(Records excerpted from a collection)
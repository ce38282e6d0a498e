package family

import (
	"math"
	"testing"
)

func TestExtremeParameters(t *testing.T) {
	sizes := []float64{1e-8, 1e-3, 1, 1e3, 1e6}
	legal := func(what string, lower, upper float64, at ...float64) {
		t.Helper()
		if !(lower <= 0 && upper <= 0) {
			t.Errorf("%s tails at %v: %g, %g", what, at, lower, upper)
		} else if e := math.Abs(math.Exp(lower) + math.Exp(upper) - 1); e > 1e-12 {
			t.Errorf("%s tails at %v sum to 1 within %g", what, at, e)
		}
	}
	for _, a := range sizes {
		last := math.Inf(-1)
		for u := -1000.0; u <= 800; u += 12.5 {
			lower, upper := logGammaTails(a, u)
			legal("gamma", lower, upper, a, u)
			if lower < last-1e-7*math.Abs(last) {
				t.Errorf("gamma lower tail falls at %g, %g", a, u)
			}
			last = lower
		}
		for _, b := range sizes {
			for v := -1000.0; v <= 1000; v += 62.5 {
				lower, upper := logBetaTails(a, b, v)
				legal("beta", lower, upper, a, b, v)
			}
		}
	}
}

func TestQuantileBelowTheDoubles(t *testing.T) {
	// There P(x) is its leading term x^a / Γ(a + 1).
	got := Gamma{1e-3, 1e-3}.LogQuantile(0.01)
	near(t, "log quantile", got, (math.Log(0.01)+lgamma(1.001))/1e-3+math.Log(1e3), 1e-12)
	if !(got < -2000) {
		t.Errorf("log quantile %g is not far below the doubles", got)
	}
}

What needs to be done: Set down all of the entries exactly, please.

Completed task:
repository ce38282e6d0a498e
package family

import (
	"math"
	"testing"
)

func TestExtremeParameters(t *testing.T) {
	sizes := []float64{1e-8, 1e-3, 1, 1e3, 1e6}
	legal := func(what string, lower, upper float64, at ...float64) {
		t.Helper()
		if !(lower <= 0 && upper <= 0) {
			t.Errorf("%s tails at %v: %g, %g", what, at, lower, upper)
		} else if e := math.Abs(math.Exp(lower) + math.Exp(upper) - 1); e > 1e-12 {
			t.Errorf("%s tails at %v sum to 1 within %g", what, at, e)
		}
	}
	for _, a := range sizes {
		last := math.Inf(-1)
		for u := -1000.0; u <= 800; u += 12.5 {
			lower, upper := logGammaTails(a, u)
			legal("gamma", lower, upper, a, u)
			if lower < last-1e-7*math.Abs(last) {
				t.Errorf("gamma lower tail falls at %g, %g", a, u)
			}
			last = lower
		}
		for _, b := range sizes {
			for v := -1000.0; v <= 1000; v += 62.5 {
				lower, upper := logBetaTails(a, b, v)
				legal("beta", lower, upper, a, b, v)
			}
		}
	}
}

func TestQuantileBelowTheDoubles(t *testing.T) {
	// There P(x) is its leading term x^a / Γ(a + 1).
	got := Gamma{1e-3, 1e-3}.LogQuantile(0.01)
	near(t, "log quantile", got, (math.Log(0.01)+lgamma(1.001))/1e-3+math.Log(1e3), 1e-12)
	if !(got < -2000) {
		t.Errorf("log quantile %g is not far below the doubles", got)
	}
}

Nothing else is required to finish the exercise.